La recurrente denuncia carencia de valoración del contrato referido, citando las cláusulas tercera, cuarta, quinta y octava, cuyas previsiones contractuales son del objeto del contrato, de la supervisión de la obra, del plazo de entrega y de la garantía de la buena ejecución de la obra, respectivamente; sin embargo no precisa el recurso, que interpretación errónea genero el Tribunal de alzada en la lectura de dichas cláusulas que ocasionaron agravio y que interpretación debió otorgarse en forma correcta; más cuando no existía controversia sobre el alcance de esas cláusulas.

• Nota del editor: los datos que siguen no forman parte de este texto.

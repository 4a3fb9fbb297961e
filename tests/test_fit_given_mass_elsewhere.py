"""A fit started at a given mass says when a lower minimum -- a dip -- lies elsewhere.

The spectrum (no random numbers): 5,000 exponential events (slope -1 in t = (x - 150) / 50
on 100-200 GeV, 100 bins), a peak of 90 events at 140 GeV (sigma 3) and a deficit of 160
events at 176 GeV (sigma 5), the expected counts rounded.  Started at 140 GeV the fit
stays on the peak (a local minimum, valid); the lowest point of the likelihood is the dip.

Reference: the extended binned Poisson likelihood in Baker and Cousins' form,
sum(mu - n + n ln(n / mu)) (Nucl. Instrum. Meth. 221 (1984) 437, eq. 11), mu = s f(m, w)
+ b g(b1) with the bin fractions of ``exp_gauss_reference`` (scipy.special.ndtr and the
exponential's closed-form CDF), minimised by iminuit's MIGRAD: from the given start for the
fit's own minimum, and from a grid over mass (110-190 GeV), width (2-16 GeV) and both signs
of the yield for the lowest.  Checks: the fit's NLL equals iminuit's local minimum within
1e-3; ``lower_minimum`` is that grid's lowest (a dip; mass within 0.05 of iminuit's HESSE
error, Delta(-2 ln L) within 2e-3 of iminuit's); a held mass and a yield bounded at zero
report none (``docs/decisions/given-mass-lower-minimum.md``).
"""

from __future__ import annotations

import numpy as np
import pytest
from exp_gauss_reference import EDGES, WINDOW, exp_fractions, gauss_fractions
from iminuit import Minuit

import peaksift
from peaksift.fitting import FitResult
from peaksift.histogram import MassHistogram

COUNTS = np.round(5000.0 * exp_fractions(-1.0) + 90.0 * gauss_fractions(140.0, 3.0)
                  - 160.0 * gauss_fractions(176.0, 5.0))


def _hist() -> MassHistogram:
    h = MassHistogram(EDGES)
    h.weight_sum, h.weight_sq_sum = COUNTS.copy(), COUNTS.copy()
    return h


def _nll(mass, sigma, s, b1, b):
    n = COUNTS
    mu = s * gauss_fractions(mass, sigma) + b * exp_fractions(b1)
    if not np.all(mu > 0):
        return 1e30
    return float(np.sum(mu - n + n * np.log(np.where(n > 0, n / mu, 1.0))))


def _migrad(mass, sigma, s) -> Minuit:
    m = Minuit(_nll, mass=mass, sigma=sigma, s=s, b1=-1.0, b=COUNTS.sum() - s)
    m.errordef = 0.5
    m.limits["mass"] = WINDOW
    m.limits["sigma"] = (0.1, 50.0)
    m.limits["b1"] = (-30.0, 30.0)
    m.migrad()
    return m


@pytest.fixture(scope="module")
def given():
    return peaksift.fit(_hist(), "gaussian", "exponential", WINDOW, binned=True,
                        start={"mass": 140.0})


def test_the_given_mass_fit_reports_the_lower_dip(given):
    local = _migrad(140.0, 3.0, 90.0)
    assert local.valid and abs(local.values["mass"] - 140.0) < 5.0  # (the reference)
    lowest = min((_migrad(m, w, s) for m in np.arange(110.0, 191.0, 10.0)
                  for w in (2.0, 4.0, 8.0, 16.0) for s in (100.0, -100.0)),
                 key=lambda m: m.fval if m.valid else np.inf)
    lowest.hesse()
    assert lowest.values["s"] < 0  # (the reference: the dip is the lowest point)
    # the fit itself: the local minimum at the given peak, valid, its numbers unchanged
    v = given.values
    assert given.valid
    assert abs(_nll(v["mass"], v["sigma"], v["signal_yield"], v["b1"],
                    v["background_yield"]) - local.fval) < 1e-3
    assert abs(v["mass"] - local.values["mass"]) < 0.05 * local.errors["mass"]
    low = given.lower_minimum
    assert low is not None and low["kind"] == "dip"
    assert low["signal_yield"] < 0
    assert abs(low["mass"] - lowest.values["mass"]) < 0.05 * lowest.errors["mass"]
    assert abs(low["width"] - lowest.values["sigma"]) < 0.05 * lowest.errors["sigma"]
    assert abs(low["delta_minus_two_ln_l"] - 2.0 * (local.fval - lowest.fval)) < 2e-3
    assert any(n.startswith("a lower minimum exists elsewhere: a dip") for n in given.notes)


def test_the_lower_minimum_survives_json(given):
    """results.json carries it: ``to_dict`` then ``from_dict`` gives an equal value (the
    round trip, not a comparison with the code's own numbers)."""
    d = given.to_dict()
    assert d["lower_minimum"]["kind"] == "dip"
    back = FitResult.from_dict(d)
    assert back == given and back.lower_minimum["kind"] == "dip"


def test_a_held_mass_or_a_positive_yield_reports_none():
    """A held mass asks a question at that mass only; a yield bounded at zero allows no
    dip: neither reports a lower minimum (the fits' NLLs against iminuit from the same
    start, within 1e-3, so the fits are the ones meant)."""
    held = peaksift.fit(_hist(), "gaussian", "exponential", WINDOW, binned=True,
                        fixed={"mass": 140.0})
    assert held.lower_minimum is None
    m = Minuit(lambda sigma, s, b1, b: _nll(140.0, sigma, s, b1, b), sigma=3.0, s=90.0,
               b1=-1.0, b=COUNTS.sum() - 90.0)
    m.errordef = 0.5
    m.limits["sigma"] = (0.1, 50.0)
    m.migrad()
    v = held.values
    assert abs(_nll(140.0, v["sigma"], v["signal_yield"], v["b1"], v["background_yield"])
               - m.fval) < 1e-3
    positive = peaksift.fit(_hist(), "gaussian", "exponential", WINDOW, binned=True,
                            start={"mass": 140.0}, limits={"signal_yield": (0.0, 1e5)})
    assert positive.lower_minimum is None or positive.lower_minimum["kind"] == "peak"
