"""The public surface: every lazily exported name resolves and is listed in ``__all__``."""

import peaksift


def test_every_export_resolves_and_is_listed():
    for name, module in peaksift._EXPORTS.items():
        assert name in peaksift.__all__, name
        obj = getattr(peaksift, name)
        assert obj.__module__.startswith("peaksift"), (name, module)


def test_unknown_attribute_is_an_attribute_error():
    try:
        peaksift.no_such_thing  # noqa: B018
    except AttributeError as exc:
        assert "no_such_thing" in str(exc)
    else:  # pragma: no cover
        raise AssertionError("expected AttributeError")
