"""The compiled pass over a new histogram's bins (``peaksift.fitting.count_pass``) and the
fits that take it (a new histogram in the bins of a kept setup).

References: numpy's own ``add.reduce`` and ``add.reduceat`` (the pass promises their sums
bit for bit: tolerance 0); the saturated term ``sum(n ln n - n)`` written here with
numpy's logarithm (tolerance 0: the same operations); the extended binned Poisson
likelihood in its saturated form (Baker and Cousins, Nucl. Instrum. Meth. 221 (1984) 437,
eq. 11) of a truncated Gaussian on a truncated power law written here with
``scipy.special.ndtr`` and minimised by iminuit's MIGRAD (tol 1e-6): the fits of new
histograms in kept bins must reach its minimum (NLL within 1e-5, values within 1e-3 of
their errors).
"""

from __future__ import annotations

import numpy as np
import pytest
from iminuit import Minuit
from scipy import special

from peaksift.errors import FitError
from peaksift.fitting import fit
from peaksift.fitting.count_pass import (
    OK,
    REFUSED,
    WEIGHTED,
    check_and_merge,
    pairwise_sum,
    saturated_sum,
)
from peaksift.histogram import MassHistogram


def _numpy_merge(n: np.ndarray, k: int) -> np.ndarray:
    """``start_bins``' merged sums written with numpy: reduceat at every k-th bin, the last
    group summed anew."""
    keep = list(range(0, n.size + 1, k))
    if keep[-1] != n.size:
        keep.append(n.size)
    keep = np.array(keep)
    v = np.add.reduceat(n, keep[:-1])
    v[-1] = n[keep[-2]:keep[-1]].sum()
    return v


@pytest.mark.parametrize("size", [1, 5, 8, 9, 127, 128, 129, 300, 1350, 4099])
def test_sums_are_numpys_bit_for_bit(size):
    rng = np.random.default_rng(size)
    for _ in range(20):
        a = rng.normal(0.0, 1.0, size) * 10.0 ** rng.uniform(-6, 6, size)
        assert 0.0 + pairwise_sum(a, 0, size) == np.add.reduce(a)
        lo = int(rng.integers(0, size))
        m = int(rng.integers(0, size - lo + 1))
        assert 0.0 + pairwise_sum(a, lo, m) == a[lo:lo + m].sum()


@pytest.mark.parametrize("nb,k", [(1350, 14), (120, 2), (97, 1), (1000, 10), (4000, 40)])
def test_checked_merged_and_saturated_as_numpy(nb, k):
    rng = np.random.default_rng(nb + k)
    for kind in range(3):
        if kind == 0:  # Poisson counts with empty bins
            n = rng.poisson(rng.uniform(0.2, 500.0), nb).astype(float)
        elif kind == 1:  # non-integer contents (an unweighted histogram of scaled counts)
            n = rng.poisson(3.0, nb) * rng.uniform(0.1, 3.0, nb)
        else:  # a large dynamic range
            n = rng.exponential(1.0, nb) * 10.0 ** rng.uniform(-200, 200, nb)
        merged, safe, counts = np.empty(-(-nb // k)), np.empty(nb), np.empty(nb)
        verdict, total = check_and_merge(n, n.copy(), k, merged, safe, counts)
        assert verdict == OK
        assert total == n.sum()
        np.testing.assert_array_equal(counts, n)  # the copy: the same numbers
        if k > 1:
            np.testing.assert_array_equal(merged, _numpy_merge(n, k))
        np.log(safe, out=safe)
        # the saturated term, written with numpy: n ln n - n (0 ln 0 = 0), summed by numpy
        t = np.zeros(nb)
        np.log(n, out=t, where=n > 0)
        expected = np.add.reduce(n * t - n)
        assert saturated_sum(n, safe) == expected


def test_verdicts():
    n = np.array([3.0, 0.0, 5.0, 2.0])
    buf = (np.empty(2), np.empty(4), np.empty(4))
    assert check_and_merge(n, n.copy(), 2, *buf)[0] == OK
    for bad in (np.nan, np.inf, -1.0):
        m = n.copy()
        m[2] = bad
        assert check_and_merge(m, m.copy(), 2, *buf)[0] == REFUSED
    v = n.copy()
    v[1] = 0.5  # a sum of squared weights that differs: weighted bins
    assert check_and_merge(n, v, 2, *buf)[0] == WEIGHTED
    w = n.copy()
    w[3] = np.nan
    assert check_and_merge(n, w, 2, *buf)[0] == REFUSED


LO, HI = 100.0, 1450.0


def _power_law(rng, nb: int, ns: int) -> np.ndarray:
    a = 1.0 - 4.0
    u = rng.random(nb)
    x = LO * (1.0 - u * (1.0 - (HI / LO) ** a)) ** (1.0 / a)
    return np.concatenate([x, rng.normal(400.0, 8.0, ns)])


def _reference(counts: np.ndarray, edges: np.ndarray, start: dict) -> tuple[dict, float]:
    """iminuit's minimum of the saturated binned NLL of a Gaussian on a power law x^-k."""
    lr, lr_hi = np.log(edges / LO), np.log(HI / LO)

    def nll(s, b, m, sg, k):
        zl, zh = (LO - m) / sg, (HI - m) / sg
        sig = np.diff(special.ndtr((edges - m) / sg)) / (special.ndtr(zh) - special.ndtr(zl))
        a = 1.0 - k
        bkg = np.diff(-np.expm1(a * lr)) / (-np.expm1(a * lr_hi))
        mu = s * sig + b * bkg
        return float(np.sum(mu - counts + special.xlogy(counts, counts / mu)))

    m = Minuit(nll, **start)
    m.errordef = 0.5
    m.tol = 1e-6
    m.strategy = 2
    m.limits["sg"] = (0.1, 100.0)
    m.limits["k"] = (1.01, 20.0)
    m.limits["m"] = (LO, HI)
    m.migrad()
    assert m.valid
    return dict(m.values.to_dict()), float(m.fval)


def test_new_histograms_in_kept_bins_reach_the_reference_minimum():
    rng = np.random.default_rng(7)
    base = MassHistogram(bins=1350, range=(LO, HI)).fill(_power_law(rng, 200_000, 900))
    fit(base, "gaussian", "powerlaw", (LO, HI))  # the setup of these bins, kept
    for _ in range(3):
        counts = rng.poisson(base.values()).astype(float)
        res = fit(MassHistogram.from_counts(counts, base.edges), "gaussian", "powerlaw",
                  (LO, HI))
        assert res.valid
        v = res.values
        ref, ref_nll = _reference(counts, base.edges, {
            "s": v["signal_yield"], "b": v["background_yield"], "m": v["mass"],
            "sg": v["sigma"], "k": 4.0})
        assert abs(res.nll - ref_nll) < 1e-5
        assert abs(v["mass"] - ref["m"]) < 1e-3 * res.errors["mass"]
        assert abs(v["sigma"] - ref["sg"]) < 1e-3 * res.errors["sigma"]
        assert abs(v["signal_yield"] - ref["s"]) < 1e-3 * res.errors["signal_yield"]
        assert abs(v["background_yield"] - ref["b"]) < 1e-3 * res.errors["background_yield"]


def test_refused_contents_in_kept_bins_say_why():
    rng = np.random.default_rng(3)
    base = MassHistogram(bins=400, range=(LO, HI)).fill(_power_law(rng, 50_000, 300))
    fit(base, "gaussian", "powerlaw", (LO, HI))
    counts = base.values().copy()
    counts[7] = -1.0
    with pytest.raises(FitError, match="negative sum of weights"):
        fit(MassHistogram.from_counts(counts, base.edges, base.values()), "gaussian",
            "powerlaw", (LO, HI))
    h = MassHistogram.from_counts(base.values().copy(), base.edges)
    h.values()[9] = np.nan
    h.variances()[9] = np.nan
    with pytest.raises(FitError, match="non-finite"):
        fit(h, "gaussian", "powerlaw", (LO, HI))
    with pytest.raises(FitError, match="holds no events"):
        fit(MassHistogram.from_counts(np.zeros(400), base.edges), "gaussian", "powerlaw",
            (LO, HI))
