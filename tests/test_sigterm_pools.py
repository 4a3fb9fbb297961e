"""SIGTERM and the execution engine's worker pool: whenever it comes (before the pool, while
its workers are being forked, while they work), ``peaksift search --engine processes`` ends
with no process of its own left, exit status 143 (or the default action's -15 before
peaksift has set its handler up, when nothing has been written yet), one line on stderr and
no traceback, and nothing half-written in the output folder.

Outside references: POSIX ``fork(2)``/``sigaction(2)``/``pthread_sigmask(3)`` (a forked
child inherits its parent's handlers and signal mask; a process-directed signal goes to any
thread that does not block it) and the shell convention of 128 + signal number for a
process ended by a signal (POSIX ``wait(2)`` status, ``sh(1)``).  Processes are found
through ``/proc/<pid>/stat`` (Linux ``proc(5)``: field 6 is the session id).
"""

from __future__ import annotations

import os
import signal
import subprocess
import sys
import threading
import time
from pathlib import Path

import pytest

from peaksift._processes import Terminated, process_pool, sigterm_as_interrupt, sigterm_held

REPO = Path(__file__).resolve().parents[1]
LINE = "peaksift: terminated (SIGTERM); the run's unfinished outputs were removed"

pytestmark = pytest.mark.skipif(not sys.platform.startswith("linux"), reason="reads /proc")


def _session(sid: int) -> dict[int, tuple[int, str]]:
    """pid -> (parent pid, state) of every live process in session ``sid`` (proc(5))."""
    out = {}
    for d in os.listdir("/proc"):
        if not d.isdigit():
            continue
        try:
            text = Path(f"/proc/{d}/stat").read_text()
        except OSError:
            continue
        f = text[text.rindex(")") + 2:].split()
        if int(f[3]) == sid and f[0] != "Z":  # a zombie has ended; init reaps it
            out[int(d)] = (int(f[1]), f[0])
    return out


@pytest.fixture(scope="module")
def config(demo_dir, tmp_path_factory):
    """The demo search on the process engine: small chunks (several tasks per worker) and
    many toys, so the run is still going whenever the signal comes."""
    text = (demo_dir / "search.toml").read_text()
    d = tmp_path_factory.mktemp("term")
    path = d / "search.toml"
    text = text.replace('files = ["events_*.parquet"]',
                        f'files = ["{demo_dir}/events_*.parquet"]').replace(
        '"background_template.json"', f'"{demo_dir}/background_template.json"')
    path.write_text(text + "\n")
    return path


def _wait(pred, timeout: float, step: float = 0.002) -> bool:
    deadline = time.monotonic() + timeout
    while time.monotonic() < deadline:
        if pred():
            return True
        time.sleep(step)
    return False


#: ``peaksift`` with each worker of a process pool pausing before it runs anything of its
#: own, after leaving a mark: the window between a fork and the worker's signal set-up, a
#: few milliseconds in real runs, made wide enough for the test to send its signal inside
_SLOW_START = """
import os, sys, time
import multiprocessing.process as mp
run = mp.BaseProcess.run
def slow(self):
    if getattr(self._target, "__module__", "") == "concurrent.futures.process":
        open(os.path.join(os.environ["MARKS"], str(os.getpid())), "w").close()
        time.sleep(1.0)
    return run(self)
mp.BaseProcess.run = slow
from peaksift.cli import main
sys.exit(main(sys.argv[1:]))
"""


def _run_and_stop(config: Path, out: Path, moment: str) -> tuple[int, str]:
    """Start the search in a session of its own, send SIGTERM at ``moment``, and return the
    exit status and stderr once it ended and every process of the session is gone."""
    start = ["-c", _SLOW_START] if moment == "forking" else ["-m", "peaksift"]
    cmd = [sys.executable, *start, "search", str(config), "--out", str(out),
           "--engine", "processes", "--workers", "2", "--toys", "200000", "--quiet"]
    marks = out.parent / "marks"
    marks.mkdir()
    env = {**os.environ, "PYTHONPATH": str(REPO / "src"), "MARKS": str(marks)}
    proc = subprocess.Popen(cmd, env=env, stderr=subprocess.PIPE, text=True,
                            start_new_session=True, cwd=out.parent)
    try:
        children = lambda: [p for p, (pp, _) in _session(proc.pid).items()
                            if p != proc.pid and pp == proc.pid]
        if moment == "before":  # during start-up, before any pool worker exists
            time.sleep(0.3)
            # at most the figure process the command forks first thing on an idle machine
            # (FigureWorker.early); the checks below see that it ends with the run
            assert len(children()) <= 1 and not any(out.glob("*"))
            proc.send_signal(signal.SIGTERM)
        elif moment == "forking":  # the whole group, while a pool worker is in the window
            assert _wait(lambda: any(marks.iterdir()) or proc.poll() is not None, 240, 0.001)
            os.killpg(proc.pid, signal.SIGTERM)
        else:  # "working": the workers have started and run chunks or toys
            assert _wait(lambda: len(children()) >= 1 or proc.poll() is not None, 240)
            time.sleep(1.0)
            proc.send_signal(signal.SIGTERM)
        _, err = proc.communicate(timeout=120)
    finally:
        if proc.poll() is None:
            os.killpg(proc.pid, signal.SIGKILL)
            proc.communicate()
    # workers end with their parent (SIGTERM from it, or the parent-death watch): allow it
    # the watch's period and a margin on a loaded machine
    assert _wait(lambda: not _session(proc.pid), 10.0, 0.05), _session(proc.pid)
    return proc.returncode, err


@pytest.mark.slow
@pytest.mark.parametrize("moment", ["before", "forking", "working"])
def test_sigterm_at_any_moment_leaves_no_process_and_no_partial_output(config, tmp_path,
                                                                       moment):
    out = tmp_path / "out"
    rc, err = _run_and_stop(config, out, moment)
    assert "Traceback" not in err, err
    lines = [x for x in err.splitlines() if x.strip()]
    if rc == -signal.SIGTERM:  # default action: only before peaksift set its handler up
        assert moment == "before" and lines == [], err
    else:
        assert rc == 128 + signal.SIGTERM and lines == [LINE], err
    # nothing half-written: the folder this run created is gone, or holds no file at all
    assert not out.exists() or not [p for p in out.rglob("*") if p.is_file()]


def test_a_sigterm_noted_while_held_is_raised_on_the_way_out():
    """A SIGTERM delivered through another thread (POSIX: a process-directed signal goes to
    any thread not blocking it) while this thread forks under ``sigterm_held`` does not
    interrupt the fork's bookkeeping; it is raised, once, right after."""
    got_inside = []
    go, sent = threading.Event(), threading.Event()

    def kill_when_told() -> None:  # started outside: its mask does not block SIGTERM
        go.wait(60)
        os.kill(os.getpid(), signal.SIGTERM)
        sent.set()

    t = threading.Thread(target=kill_when_told)
    t.start()
    with pytest.raises(Terminated), sigterm_as_interrupt():
        with sigterm_held():
            go.set()
            sent.wait(60)
            t.join()
            for _ in range(10000):  # many bytecode boundaries: the handler would run here
                got_inside.append(1)
        pytest.fail("Terminated was not raised after the held section")  # pragma: no cover
    assert len(got_inside) == 10000


def _mask_and_handler() -> tuple[bool, bool]:
    blocked = signal.SIGTERM in signal.pthread_sigmask(signal.SIG_BLOCK, set())
    return blocked, signal.getsignal(signal.SIGTERM) == signal.SIG_DFL


def test_pool_workers_start_with_default_sigterm_and_unblocked():
    """A worker of :func:`process_pool` (forked from a process whose SIGTERM handler raises)
    runs its tasks with SIGTERM at the default action and not blocked: the parent's
    ``terminate`` ends it at once."""
    with sigterm_as_interrupt():
        pool = process_pool(1, "fork")
        try:
            assert pool.submit(_mask_and_handler).result(timeout=60) == (False, True)
        finally:
            pool.shutdown(wait=True)
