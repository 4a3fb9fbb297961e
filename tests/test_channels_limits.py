"""Toy-based combined CLs limits at low counts (peaksift.stats.channel_limits and
.channel_toys), against exact counting CLs (Read, J. Phys. G 28 (2002) 2693, eq. 5;
scipy.stats.poisson) of the two channels' counts summed."""

from __future__ import annotations

import numpy as np
import pytest
from scipy import optimize, stats

from peaksift import shapes
from peaksift.histogram import MassHistogram
from peaksift.stats.channel_limits import combined_limits
from peaksift.stats.channels import Channel

WINDOW = (100.0, 400.0)


def _counting_histogram(b: float, slope: float, n_total: float = 1e6):
    """A counting experiment inside a spectrum: 10 GeV bins plus one narrow bin [250,
    250 + w] holding ``b`` expected background events; the exponential background of
    ``n_total`` events is pinned to ~0.1% by the other bins; Asimov contents (each bin its
    expectation, Cowan et al. 2011 sec. 3.8).  Returns (histogram, w)."""
    expo = shapes.get("exponential")
    per_gev = n_total * float(expo.bin_fractions(np.array([250.0, 251.0]), [slope],
                                                 WINDOW)[0])
    w = b / per_gev
    edges = np.r_[np.arange(100.0, 250.0, 10.0), 250.0, 250.0 + w,
                  np.arange(260.0, 400.1, 10.0)]
    h = MassHistogram(edges)
    h.weight_sum = n_total * np.asarray(expo.bin_fractions(edges, [slope], WINDOW), float)
    h.weight_sq_sum = h.weight_sum.copy()
    return h, w


def _exact_cls_limit(n: int, b: float, cl: float = 0.95) -> float:
    """Counting CLs limit with known background (Read 2002, eq. 5):
    P(N <= n | s + b) / P(N <= n | b) = 1 - CL (scipy.stats.poisson.cdf,
    scipy.optimize.brentq)."""
    clb = stats.poisson.cdf(n, b)
    return optimize.brentq(lambda s: stats.poisson.cdf(n, s + b) / clb - (1 - cl), 0.0,
                           200.0)


@pytest.mark.slow
def test_combined_toy_limit_of_two_counting_channels_is_the_summed_counting_limit():
    """Two channels, each a counting experiment with 0.5 background events under a signal
    confined to one narrow bin, with equal conversions (s_c / b_c the same in both): the
    likelihood ratio depends on n1 + n2 only, so the combined CLs limit is the counting
    limit of the sum, n = 1 observed (the Asimov data: 0.5 + 0.5) on b = 1 (Read 2002, eq.
    5; scipy.stats.poisson).  The median expected limit is the same (the median of a Poisson
    of mean 1 is 1, scipy.stats.poisson.median).  Tolerance 6%, as the single-channel toy
    limits (3x their measured 2% scatter at 300 toys).  The asymptotic formulae are
    flagged there (0.5 + 0.5 background events under the signal) and "auto" uses toys."""
    h1, w1 = _counting_histogram(0.5, -1.0)
    h2, w2 = _counting_histogram(0.5, -0.6)
    m = 250.0 + min(w1, w2) / 2.0
    from peaksift import Resolution

    chans = [Channel(n, h, "exponential", 10.0, signal="gaussian",
                     resolution=Resolution.absolute(min(w1, w2) / 40.0), efficiency=0.4)
             for n, h in (("one", h1), ("two", h2))]
    lim = combined_limits(chans, [m], method="auto", toys=300, seed=5)
    assert lim.methods == ("toys",)
    k = 10.0 * 0.4   # events per fb in each channel; the whole signal sits in the bin
    assert stats.poisson.median(1.0) == 1
    s_up = _exact_cls_limit(1, 1.0)
    assert lim.observed[0] * 2 * k == pytest.approx(s_up, rel=0.06)
    assert lim.expected[0] * 2 * k == pytest.approx(s_up, rel=0.06)
    asym = combined_limits(chans, [m], method="asymptotic")
    assert asym.methods == ("asymptotic",) and asym.flags[0]
    assert not lim.flags[0]
    d = lim.to_dict()
    assert d["methods"] == ["toys"] and d["toys"]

A pesar de lo anotado, la recurrente asevera que la empresa contratante estaba a cargo de la obra, quien verificó el avance de obra y la conclusión por lo cual nunca se observó o se llamó la atención por retraso o incumplimiento; sin embargo, la recurrente no desvirtúa que, conforme precisó el Tribunal de apelación, no ofreció, adjuntó o produjo prueba de su parte para demostrar que realizó la obra encomendada, pese a que se le pagó por la obra el precio acordado contractualmente, conforme se advierte de las literales de fs. 51 y 53. En esa circunstancia, el no haber ofrecido oportunamente prueba pertinente para probar su posición de defensa es de responsabilidad absoluta de la parte demandada, cuya omisión e inobservancia del art. 125 del Código Procesal Civil no puede constituir un posible estado de indefensión o vulneración de los principios de igualdad procesal, contradicción y verdad material estipulados en el art. 1 num. 13, 15 y 16 del Código citado, que fue indebidamente denunciado; a más de que considerar que los hechos narrados de la contestación -replicados en otros actos- no constituyen elementos que permitan convicción si estos no han sido probados por medios probatorios permitidos por norma, además que a la fecha de presentación de la contestación no existía suspensión de actividades por la declaración la pandemia, que es un argumento por demás descontextualizado ofrecido en casación.